EXERCISE DETAILS
Write out, from the entries below, exactly the lines that run between the lines holding "test.each(entry.printed.map((check) => [check.where, check]" and "test('has at least", inclusive, and stop there.

Stored items from a collection:
============================================================

export const tooFewTrials = (n: number, least: number): string =>
  `${n} ${n === 1 ? 'trial can' : 'trials can'} be used; the smallest law asked for needs at least ${least}`;
export const notFitted = (law: string, why: string, notes: readonly string[]): string =>
  `${law} could not be fitted (${why})${notes.length === 0 ? '' : `: ${notes.join(' ')}`}`;
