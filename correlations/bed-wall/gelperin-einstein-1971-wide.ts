import { published } from '../published.ts';

export const gelperinEinstein1971Wide = published({
  id: 'gelperin-einstein-1971-wide',
  authors: 'Gelperin and Einstein',
  year: 1971,
  title: 'Horizontal tubes far apart in a bubbling bed, at the best gas velocity',
  family: 'bed-wall',
  transfer: 'heat',
  average: 'mean',
  reads: 'upper bound',
  form: 'Nu = C * Ar^a',
  values: { C: 0.74, a: 0.22 },
  groups: { Nu: 'Nu@particle', Ar: 'Ar@particle' },
  limits: [],
  accuracy: 'not stated',
  source:
    'N. I. Gelperin, V. G. Einstein, Heat Transfer in Fluidized Beds, in Davidson and Harrison (eds), Fluidization, Academic Press 1971, 471-540',
  where: 'tube bundle equation with its pitch factor at 1',
  constantsFrom: 'page read',
  use: 'Largest coefficient; pitches below about five tube diameters lower it. No range on the page read.',
  analogy: false,
  printed: [
    {
      kind: 'constants on a page',
      at: { Ar: 300 },
      value: 2.5953647,
      tolerance: 5.2e-6,
      source: 'software of Thanheiser, Haider and Schwarzmayr 2021, doi 10.5281/zenodo.5500329',
      where: '0.74 Ar^0.22 times a pitch factor that tends to 1, evaluated at this point',
    },
  ],
});
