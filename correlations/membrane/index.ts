import { graetz1885Fibre } from './graetz-1885-fibre.ts';
import { leveque1928ChannelLocal } from './leveque-1928-channel-local.ts';
import { leveque1928ChannelMean } from './leveque-1928-channel-mean.ts';
import { leveque1928Fibre } from './leveque-1928-fibre.ts';
import { shahLondon1978ChannelBothWalls } from './shah-london-1978-channel-both-walls.ts';
import { shahLondon1978ChannelBothWallsFlux } from './shah-london-1978-channel-both-walls-flux.ts';
import { shahLondon1978ChannelOneWall } from './shah-london-1978-channel-one-wall.ts';
import { shahLondon1978ChannelOneWallFlux } from './shah-london-1978-channel-one-wall-flux.ts';

export const membrane = [
  graetz1885Fibre,
  leveque1928ChannelLocal,
  leveque1928ChannelMean,
  leveque1928Fibre,
  shahLondon1978ChannelBothWalls,
  shahLondon1978ChannelBothWallsFlux,
  shahLondon1978ChannelOneWall,
  shahLondon1978ChannelOneWallFlux,
];
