import { published } from '../published.ts';

export const olbrichPotter1972 = published({
  id: 'olbrich-potter-1972',
  authors: 'Olbrich and Potter',
  year: 1972,
  title: 'Wall film of a packed tube',
  family: 'bed-wall',
  transfer: 'heat',
  average: 'mean',
  reads: 'mean line',
  form: 'Nu = C * Re^a * Pr^b',
  values: { C: 8.9, a: 0.34, b: 1 / 3 },
  groups: { Nu: 'Nu@particle', Re: 'Re@particle', Pr: 'Pr', particle_diameter: 'particle_diameter', vessel_diameter: 'vessel_diameter' },
  limits: ['100 <= Re <= 3000', '4.06 <= vessel_diameter / particle_diameter <= 26.6'],
  accuracy: 'not stated',
  source: 'W. E. Olbrich, O. E. Potter, Chem. Eng. Sci. 27 (1972) 1723-1732',
  where: 'wall coefficient',
  constantsFrom: 'page read',
  use: 'Film at the wall beside an effective conductivity of the bed.',
  analogy: false,
  printed: [
    {
      kind: 'constants on a page',
      at: { Re: 300, Pr: 0.7 },
      value: 54.951208,
      tolerance: 0.00011,
      source: 'open reference on wall coefficients of fixed beds (in Chinese), table of correlations',
      where: '8.9 Pr^(1/3) Re^0.34, evaluated at this point',
    },
  ],
});
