import { published } from '../published.ts';

export const leveque1928ChannelMean = published({
  id: 'leveque-1928-channel-mean',
  authors: 'Leveque',
  year: 1928,
  title: 'Laminar flow in a flat membrane channel, short, mean',
  family: 'membrane',
  transfer: 'mass',
  average: 'mean',
  reads: 'mean line',
  form: 'Sh = C * Gz_mass^a',
  values: { C: 1.849, a: 1 / 3 },
  groups: { Sh: 'Sh@hydraulic', Gz_mass: 'Gz_mass@hydraulic', Re: 'Re@hydraulic' },
  limits: ['Re <= 2000', 'Gz_mass >= 100'],
  accuracy: 'asymptote',
  source: 'M. A. Leveque, Ann. Mines 13 (1928) 201-299, 305-362, 381-415; Shah and London 1978',
  where: 'asymptote of the parallel-plate channel',
  constantsFrom: 'memory',
  use: 'Empty flat channel, no spacer; the hydraulic diameter is twice the height.',
  analogy: true,
  printed: [
    {
      kind: 'analytic limit',
      at: { Gz_mass: 1000 },
      value: 18.48825872,
      tolerance: 0.006,
      source: 'closed form (12/9)^(1/3)/Gamma(4/3) times 3/2',
      where: 'Leveque solution with the wall shear 12 u/d_h of the flat channel',
    },
  ],
});
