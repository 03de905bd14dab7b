/** Why a trial has no place in the fit: a key that a law needs came out as something that cannot be used. */
export const noUsableValue = (key: string, value: number, scale: 'relative' | 'absolute'): string =>
  Number.isFinite(value)
    ? `${key} comes out as ${Number(value.toPrecision(4))}${scale === 'relative' ? ': a law fitted on logarithms needs a value above zero' : ''}`
    : `${key} cannot be computed from this row's readings`;
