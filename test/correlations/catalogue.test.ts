import { existsSync } from 'node:fs';
import { join } from 'node:path';
import { describe, expect, test } from 'vitest';
import { catalogue } from '../../correlations/catalogue.ts';
import { evaluateCorrelation } from '../../correlations/evaluate-correlation.ts';
import { parseKey } from '../../pipeline/groups/parse-key.ts';
import { quantityOf } from '../../pipeline/quantities/vocabulary.ts';

test('ids are unique', () => {
  expect(new Set(catalogue.map((one) => one.id)).size).toBe(catalogue.length);
});

describe.each(catalogue.map((one) => [one.id, one] as const))('%s', (id, entry) => {
  test('stands in a file of its own name', () => {
    expect(existsSync(join(import.meta.dirname, '../../correlations', entry.family, `${id}.ts`))).toBe(true);
  });

  test('defines every name it uses and gives every constant a value', () => {
    for (const name of [entry.form.response, ...entry.form.groups]) expect(entry.groups[name], name).toBeDefined();
    for (const key of Object.values(entry.groups)) expect(parseKey(key) ?? quantityOf(key), key).toBeDefined();
    for (const name of entry.form.constants) expect(Number.isFinite(entry.values[name]), name).toBe(true);
  });

  // sources stand in the entry itself, beside each check
  test.each(entry.printed.map((check) => [check.where, check] as const))('%s', (_, check) => {
    expect(Math.abs(evaluateCorrelation(entry, check.at).value - check.value)).toBeLessThanOrEqual(check.tolerance);
  });

  test('has at least one check from outside', () => {
    expect(entry.printed.length).toBeGreaterThan(0);
  });
});
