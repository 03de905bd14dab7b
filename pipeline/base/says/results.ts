const short = (value: number): string => String(Number(value.toPrecision(4)));

export const constantInput = (value: number, unit: string): string => `constant ${short(value)} ${unit}`.trim();
export const columnInput = (column: string, unit: string): string =>
  `column "${column}"${unit === '1' || unit === '' ? '' : ` in ${unit}`}`;
export const modelInput = (): string => 'stated accuracy of a property model';
export const shareSpread = (share: number): string => `${short(100 * share)} %`;
export const absoluteSpread = (si: number, unit: string): string => `${short(si)} ${unit}`.trim();
export const systematicInput = (size: string, source: string, per: string): string =>
  `${size} (${source}${per === 'campaign' ? ', anew in each campaign' : ''})`;
export const setPoint = (size: string): string => `${size}, a set point: counted in the scatter, not as error in x`;

/** Cautions, by what the case is. */
export const reviewCaution = (): string =>
  'These numbers are input to a review by a qualified engineer. They do not replace local codes, standards, permits or licensed practice, which come first wherever they differ.';
export const rangeCaution = (): string =>
  'A law holds in the range of its trials, in the same kind of equipment. What lies outside is extrapolation and is marked where it stands.';
export const heatCaution = (): string =>
  'Where heat removal keeps a reaction in check, a coefficient that is only expected is not enough: near a thermal-runaway limit, design on the lower bound, with the cooling fault considered, by those licensed to do so.';
export const pressureCaution = (): string =>
  'Steam, hot surfaces and vessels under pressure are subject to pressure-equipment rules; sizing here says nothing about mechanical design, relief or protection against burns.';
export const cryogenCaution = (): string =>
  'Below the freezing point of water or near boiling the fluid may change phase, embrittle materials or displace breathing air; none of that is in these numbers.';
export const gasCaution = (gas: string): string =>
  `${gas} can asphyxiate or burn in closed spaces; ventilation, monitoring and ignition are a matter of their own.`;
export const solidsCaution = (): string =>
  'Solids that take up water, react, or give off heat or dust when they dissolve behave unlike these trials; check solubility, heat of solution and dust hazards separately.';
export const transferCaution = (): string =>
  'Mass transfer rates say nothing about toxicity, exposure limits or release to the environment; these follow their own rules.';
export const inventedCaution = (): string => 'The data of this study are invented: nothing may be built on it.';

export const normalEquation = (): string =>
  'Parameters minimise r^T V^-1 r on the logarithms, V holding each trial’s measurement variance (errors in the response and in every group with their covariance), the scatter sigma^2 and the between-campaign variance tau^2; sigma^2 and tau^2 by restricted maximum likelihood at those parameters.';
export const absoluteEquation = (): string =>
  'Parameters minimise r^T V^-1 r on the values themselves, V holding each trial’s measurement variance, the scatter sigma^2 and the between-campaign variance tau^2; sigma^2 and tau^2 by restricted maximum likelihood.';
export const intervalMethod = (confidence: number): string =>
  `Intervals are at ${short(100 * confidence)} % confidence: Student t with Satterthwaite degrees of freedom on a covariance that counts the estimated variances and the errors in x; systematic uncertainties are added as shared shifts.`;
export const plainMethod = (): string => 'No uncertainty is stated and no campaign effect is in force: this is ordinary least squares.';

export const sheetTitle = (law: string): string => `Law: ${law}`;
export const sheetParameters = (): string => 'Parameters';
export const sheetError = (): string => 'standard error';
export const sheetGroups = (): string => 'Groups: change these';
export const sheetFrom = (): string => 'tried from';
export const sheetTo = (): string => 'tried to';
export const sheetNoFormula = (): string => 'this law has no spreadsheet formula (it holds an implicit friction factor)';

export const noLaws = (why: string): string => `this is no laws.json of pilotlaw: ${why}`;
export const wrongLaws = (why: string): string =>
  `this laws.json cannot be used for a prediction: ${why}; run the study again to write it anew`;
export const noSuchLaw = (name: string, known: readonly string[]): string =>
  `there is no law "${name}" in it; its laws are ${known.join(', ')}`;

export const pythonHead = (title: string, formula: string): string =>
  `"""${title}: ${formula}

A fitted law with its intervals; predict({...}) takes group values by name. Outside RANGES it extrapolates.
These numbers are input to a review by a qualified engineer; local codes and licensed practice come first.
"""`;

export const sheetFactor = (): string => 'factor';
export const sheetFactorRemark = (): string =>
  'turns the response into what is wanted, such as conductivity over length; 1 leaves it as it is';
export const sheetConfidence = (): string => 'confidence';
export const sheetSources = (): string => 'Shift of ln result at the plant by one standard uncertainty';
export const sheetSourcesRemark = (): string =>
  'of sources that the plant shares with the rig (of the result itself for an absolute law); 0 where it does not';
export const sheetTimesFactor = (): string => 'times factor';
export const sheetLawLower = (): string => 'law, lower';
export const sheetLawUpper = (): string => 'law, upper';
export const sheetLower = (): string => 'new campaign, lower';
export const sheetUpper = (): string => 'new campaign, upper';
export const sheetWorking = (): string => 'Working';
export const sheetPhi = (): string => 'covariance of the parameters';
export const sheetSlope = (): string => 'its slope to the variance of';
export const sheetShifts = (): string => 'shift by each source';
export const sheetKnown = (): string => 'variance of the sources';
export const sheetRest = (): string => 'variance of campaign and scatter';
export const sheetFreedom = (): string => 'degrees of freedom';
export const sheetHalf = (): string => 'half-width';

const toTenth = (value: number): string => `${Math.round(100 * value)}`;
const span = (values: readonly number[]): string => `${short(Math.min(...values))} to ${short(Math.max(...values))}`;
export const bothSides = (
  law: string,
  others: readonly { readonly campaign: string; readonly resistance: number; readonly lower: number; readonly upper: number }[],
  own: readonly number[],
): string =>
  `${law}, both sides: ${others
    .map(
      ({ campaign, resistance, lower, upper }) =>
        `${campaign === '' ? 'all else' : `all else in campaign ${campaign}`} resists ${short(resistance)} m^2 K/W (${short(lower)} to ${Number.isFinite(upper) ? short(upper) : 'no upper bound'}) on the outer area`,
    )
    .join('; ')}; the law's side has a coefficient of ${span(own)} W/(m^2 K) on its own area`;
export const ownShare = (low: number, high: number): string =>
  `the law's side holds ${toTenth(low)} to ${toTenth(high)} % of the whole resistance${low < 0.3 ? '; below 30 % its law rests on a small difference of large numbers' : ''}`;
export const oneStep = (): string =>
  'law and resistances are fitted to the overall coefficients in one step (after Wilson 1915); no resistance found here goes back into a reduction. Each campaign has a resistance of its own, so no other difference between campaigns is looked for, and how the own side itself would differ in another campaign is not known';
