import { published } from '../published.ts';

export const specchia1980 = published({
  id: 'specchia-1980',
  authors: 'Specchia, Baldi and Sicardi',
  year: 1980,
  title: 'Wall film of a packed tube, with the bed at rest',
  family: 'bed-wall',
  transfer: 'heat',
  average: 'mean',
  reads: 'mean line',
  form: 'Nu = A * voidage + (1 - voidage) / (B * (vessel_diameter / particle_diameter)^m + D * thermal_conductivity / solid_conductivity) + C * Re^a',
  values: { A: 2, B: 0.0024, m: 1.58, D: 1 / 3, C: 0.0835, a: 0.91 },
  groups: {
    Nu: 'Nu@particle',
    Re: 'Re@particle',
    voidage: 'voidage',
    vessel_diameter: 'vessel_diameter',
    particle_diameter: 'particle_diameter',
    thermal_conductivity: 'thermal_conductivity',
    solid_conductivity: 'solid_conductivity',
  },
  limits: ['Re <= 190'],
  accuracy: 'not stated',
  source:
    'V. Specchia, G. Baldi, S. Sicardi, Chem. Eng. Commun. 4 (1980) 361-380, doi 10.1080/00986448008935916; as in Bareschino et al. 2023, eq. S.10',
  where: 'part of the bed at rest and part of the flow; another page prints 2 voidage + 0.0835 Re^0.91 alone, Re 10 to 1200',
  constantsFrom: 'page read',
  use: 'Film at the wall beside an effective conductivity of the bed, gas.',
  analogy: false,
  printed: [
    {
      kind: 'constants on a page',
      at: { Re: 30, voidage: 0.4, vessel_diameter: 0.05, particle_diameter: 0.003, thermal_conductivity: 0.05, solid_conductivity: 0.4 },
      value: 5.0816411,
      tolerance: 1e-5,
      source: 'open code of a methanation tube, bed-to-wall coefficient after Bareschino 2023',
      where: '2 e + (1 - e)/(0.0024 (d_t/d_p)^1.58 + lambda/lambda_s/3) + 0.0835 Re^0.91, Re < 190, evaluated at this point',
    },
  ],
});
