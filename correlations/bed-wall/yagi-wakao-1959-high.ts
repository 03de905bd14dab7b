import { published } from '../published.ts';

export const yagiWakao1959High = published({
  id: 'yagi-wakao-1959-high',
  authors: 'Yagi and Wakao',
  year: 1959,
  title: 'Wall film of a packed tube, Re 40 to 2000',
  family: 'bed-wall',
  transfer: 'heat',
  average: 'mean',
  reads: 'mean line',
  form: 'Nu = C * Re^a',
  values: { C: 0.2, a: 0.8 },
  groups: { Nu: 'Nu@particle', Re: 'Re@particle', particle_diameter: 'particle_diameter', vessel_diameter: 'vessel_diameter' },
  limits: ['40 <= Re <= 2000', '6 <= vessel_diameter / particle_diameter <= 47'],
  accuracy: 'not stated',
  source: 'S. Yagi, N. Wakao, AIChE J. 5 (1959) 79-85',
  where: 'branch from Re 40',
  constantsFrom: 'page read',
  use: 'Film at the wall beside an effective conductivity of the bed.',
  analogy: false,
  printed: [
    {
      kind: 'constants on a page',
      at: { Re: 300 },
      value: 19.17463,
      tolerance: 3.8e-5,
      source: 'open reference on wall coefficients of fixed beds (in Chinese), table of correlations',
      where: '0.2 Re^0.8 from Re 40, evaluated at this point',
    },
  ],
});
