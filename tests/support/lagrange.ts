import type { Declared } from './declaration';
import { num, vec, type Evaluate, type Scope, type Value } from './formula';

/**
 * Lagrange's equations by finite differences, with nothing but values of the energies: the tests' judge of what the
 * accelerations are. Every derivative is a central difference of order 6 (order 4 along velocities, in which energies are
 * polynomials of low degree), so that nesting two of them still leaves nine good digits (coefficients: B. Fornberg,
 * "Generation of finite difference formulas on arbitrarily spaced grids", Mathematics of Computation 51 (1988), table 1).
 */
const ORDER_4 = [2 / 3, -1 / 12];
const ORDER_6 = [3 / 4, -3 / 20, 1 / 60];

function derivative(f: (h: number) => Value, step: number, stencil: readonly number[] = ORDER_6): Value {
  let total: Value = 0;
  stencil.forEach((weight, i) => {
    const up = f((i + 1) * step);
    const down = f(-(i + 1) * step);
    if (typeof up === 'number') total = (total as number) + (weight * (up - num(down))) / step;
    else {
      const before: readonly number[] = typeof total === 'number' ? up.map(() => 0) : total;
      total = up.map((u, k) => before[k]! + (weight * (u - vec(down)[k]!)) / step);
    }
  });
  return total;
}

const IN_TIME = 0.015;
const IN_PLACE = 0.015;
const IN_VELOCITY = 0.25;

/** Values of everything at one instant: by name, the value and its time derivatives. */
export type Instant = ReadonlyMap<string, readonly number[]>;

/** The instant a little later, along the path that keeps the highest given derivative constant. */
function later(at: Instant, dt: number): Instant {
  const moved = new Map<string, readonly number[]>();
  for (const [name, series] of at) {
    moved.set(name, series.map((_, k) => series.slice(k).reduceRight((sum, d, j) => d + (sum * dt) / (j + 1), 0)));
  }
  return moved;
}

function changed(at: Instant, name: string, order: number, by: number): Instant {
  const series = [...(at.get(name) ?? [])];
  series[order] = series[order]! + by;
  return new Map(at).set(name, series);
}

export class Mechanics {
  /** @param finer divides every step: where two values of it disagree, a kink is near */
  constructor(
    private readonly system: Declared,
    private readonly finer = 1,
  ) {}

  scope(at: Instant): Scope {
    const { where } = this.system;
    const scope: Scope = {
      lookup: (name, order) => {
        const series = at.get(name);
        if (series) {
          const value = series[order];
          if (value === undefined) throw new Error(`${name}${"'".repeat(order)} has no value`);
          return value;
        }
        if (name === 'pi') return Math.PI;
        const formula = where.get(name);
        if (formula) return order === 0 ? formula(scope) : this.rate(at, (s) => s.lookup(name, order - 1));
        if (order === 0 && 'TVLDE'.includes(name)) return this.energy(name, at);
        throw new Error(`${this.system.name}: ${name} is not declared`);
      },
      rate: (of) => this.rate(at, of),
      indexed: (_, name) => this.momentum(name, at),
    };
    return scope;
  }

  private rate(at: Instant, of: Evaluate): Value {
    return derivative((h) => of(this.scope(later(at, h))), IN_TIME / this.finer);
  }

  energy(which: string, at: Instant): number {
    const typed = (name: string): number => {
      const s = this.scope(at);
      return this.system.energies.filter((e) => e.which === name).reduce((sum, e) => sum + num(e.value(s)), 0);
    };
    if (which === 'T') return typed('T') + this.kineticOfPoints(at);
    if (which === 'V') return typed('V') + this.potentialOfGeometry(at);
    if (which === 'D') return typed('D') + this.dissipationOfDampers(at);
    if (which === 'E') return this.energy('T', at) + this.energy('V', at);
    return typed('L') + this.energy('T', at) - this.energy('V', at);
  }

  private kineticOfPoints(at: Instant): number {
    const s = this.scope(at);
    return this.system.points.reduce((sum, p) => {
      const v = vec(this.rate(at, p.at));
      return sum + (num(p.mass(s)) / 2) * v.reduce((a, c) => a + c * c, 0);
    }, 0);
  }

  private potentialOfGeometry(at: Instant): number {
    const s = this.scope(at);
    let sum = 0;
    if (this.system.gravity) {
      const g = vec(this.system.gravity(s));
      for (const p of this.system.points) {
        const place = vec(p.at(s));
        sum -= num(p.mass(s)) * g.reduce((a, c, i) => a + c * place[i]!, 0);
      }
    }
    for (const spring of this.system.springs) {
      sum += (num(spring.k(s)) / 2) * (distance(spring.from(s), spring.to(s)) - num(spring.rest(s))) ** 2;
    }
    return sum;
  }

  private dissipationOfDampers(at: Instant): number {
    return this.system.dampers.reduce((sum, d) => {
      const speed = num(this.rate(at, (s) => distance(d.from(s), d.to(s))));
      return sum + (num(d.c(this.scope(at))) / 2) * speed ** 2;
    }, 0);
  }

  momentum(name: string, at: Instant): number {
    return num(derivative((h) => this.energy('L', changed(at, name, 1, h)), IN_VELOCITY / this.finer, ORDER_4));
  }

  /** d/dt(dL/dq') - dL/dq + dD/dq' - Q, for one coordinate. */
  residual(name: string, at: Instant): number {
    const inertia = num(derivative((h) => this.momentum(name, later(at, h)), IN_TIME / this.finer));
    const slope = num(derivative((h) => this.energy('L', changed(at, name, 0, h)), IN_PLACE / this.finer));
    const drag = num(derivative((h) => this.energy('D', changed(at, name, 1, h)), IN_VELOCITY / this.finer, ORDER_4));
    return inertia - slope + drag - this.applied(name, at);
  }

  private applied(name: string, at: Instant): number {
    const s = this.scope(at);
    let sum = 0;
    for (const q of this.system.along) if (q.coordinate === name) sum += num(q.value(s));
    const along = (of: Evaluate): Value => derivative((h) => of(this.scope(changed(at, name, 0, h))), IN_PLACE / this.finer);
    for (const f of this.system.forces) {
      const lever = vec(along(f.at));
      sum += vec(f.value(s)).reduce((a, c, i) => a + c * lever[i]!, 0);
    }
    for (const t of this.system.torques) sum += num(t.value(s)) * num(along(t.on));
    return sum;
  }

  /** The instant with the accelerations that make every residual zero. */
  solve(at: Instant): Instant {
    const names = this.system.coordinates.map((c) => c.name);
    const set = (values: readonly number[]): Instant => {
      const out = new Map(at);
      names.forEach((n, i) => out.set(n, [...at.get(n)!.slice(0, 2), values[i]!]));
      return out;
    };
    const rest = set(names.map(() => 0));
    const rows = names.map((n) => [
      ...names.map((m) => num(derivative((h) => this.momentum(n, changed(rest, m, 1, h)), IN_VELOCITY / this.finer, ORDER_4))),
      -this.residual(n, rest),
    ]);
    return set(eliminate(rows));
  }
}

function distance(a: Value, b: Value): number {
  if (typeof a === 'number') return a - num(b);
  return Math.sqrt(a.reduce((s, x, i) => s + (x - vec(b)[i]!) ** 2, 0));
}

/** Gaussian elimination with row pivoting on n rows of n + 1 numbers. */
function eliminate(rows: number[][]): number[] {
  const n = rows.length;
  for (let c = 0; c < n; c++) {
    let best = c;
    for (let r = c + 1; r < n; r++) if (Math.abs(rows[r]![c]!) > Math.abs(rows[best]![c]!)) best = r;
    [rows[c], rows[best]] = [rows[best]!, rows[c]!];
    for (let r = 0; r < n; r++) {
      if (r === c) continue;
      const factor = rows[r]![c]! / rows[c]![c]!;
      for (let k = c; k <= n; k++) rows[r]![k]! -= factor * rows[c]![k]!;
    }
  }
  return rows.map((row, i) => row[n]! / row[i]!);
}
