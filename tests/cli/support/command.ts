import { spawnSync } from 'node:child_process';
import { mkdirSync, mkdtempSync, readFileSync, realpathSync, rmSync, writeFileSync } from 'node:fs';
import { tmpdir } from 'node:os';
import { dirname, join } from 'node:path';
import { fileURLToPath } from 'node:url';
import { vi } from 'vitest';

// Every run is a process of its own, and the machine may be busy.
vi.setConfig({ testTimeout: 120_000 });

/** The built command. */
export const command = fileURLToPath(new URL('../../../dist/visviva.mjs', import.meta.url));

export interface Result {
  readonly status: number | null;
  readonly out: string;
  readonly log: string;
}

/** Runs the built command as a process of its own. */
export function visviva(folder: string, ...args: string[]): Result {
  return visvivaWith({}, folder, ...args);
}

/** Results of earlier runs are not those of this person's own. */
const cache = join(tmpdir(), `visviva-cache-${process.pid}`);
process.on('exit', () => rmSync(cache, { recursive: true, force: true }));

/** What a test runs must not take this machine for a hosted one. */
const HOSTED = { GITHUB_ACTIONS: '', TF_BUILD: '', TEAMCITY_VERSION: '', GITLAB_CI: '' };

export function visvivaWith(environment: Readonly<Record<string, string>>, folder: string, ...args: string[]): Result {
  return started({ env: environment }, folder, args);
}

function started(given: { readonly env?: Readonly<Record<string, string>>; readonly input?: string }, folder: string, args: readonly string[]): Result {
  const r = spawnSync(process.execPath, [command, ...args], {
    cwd: folder,
    encoding: 'utf8',
    env: { ...process.env, NO_COLOR: '1', XDG_CACHE_HOME: cache, ...HOSTED, ...given.env },
    ...(given.input === undefined ? {} : { input: given.input }),
    maxBuffer: 1 << 26,
  });
  return { status: r.status, out: r.stdout, log: r.stderr };
}

/** A folder with these files, gone when the test is over. */
export class Folder {
  readonly path: string;

  constructor(files: Readonly<Record<string, string | Uint8Array>> = {}, path?: string) {
    this.path = path ?? realpathSync(mkdtempSync(join(tmpdir(), 'visviva-')));
    for (const [name, text] of Object.entries(files)) this.write(name, text);
  }

  write(name: string, text: string | Uint8Array): void {
    const file = join(this.path, name);
    mkdirSync(dirname(file), { recursive: true });
    writeFileSync(file, text);
  }

  read(name: string): string {
    return readFileSync(join(this.path, name), 'utf8');
  }

  run(...args: string[]): Result {
    return visviva(this.path, ...args);
  }

  runWith(environment: Readonly<Record<string, string>>, ...args: string[]): Result {
    return visvivaWith(environment, this.path, ...args);
  }

  /** With a text on standard input. */
  runTyped(input: string, ...args: string[]): Result {
    return started({ input }, this.path, args);
  }

  /** A folder inside this one, to run in. */
  inside(name: string): Folder {
    return new Folder({}, join(this.path, name));
  }

  [Symbol.dispose](): void {
    rmSync(this.path, { recursive: true, force: true });
  }
}

/** A weight on a rope; `force` is what the code computes for th''. */
export function rope(force: string, name = 'rope-weight'): string {
  return `/**
 * @visviva ${name}
 * coordinates  th [rad]              from straight down, counter-clockwise
 * parameters   m [kg] > 0, l [m] > 0, g [m/s^2] > 0
 * point weight: mass m at (l*sin(th), -l*cos(th))
 * gravity (0, -g)
 * checks return = [th', th'']
 */
export function rates(th: number, thd: number, l: number, g: number) {
  return [thd, ${force}];
}
`;
}

export const RIGHT = '-(g / l) * Math.sin(th)';
export const WRONG = '(g / l) * Math.sin(th)';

============================================================

WRITTEN ANSWER
  test.each(entry.printed.map((check) => [check.where, check] as const))('%s', (_, check) => {
    expect(Math.abs(evaluateCorrelation(entry, check.at).value - check.value)).toBeLessThanOrEqual(check.tolerance);
  });

  test('has at least one check from outside', () => {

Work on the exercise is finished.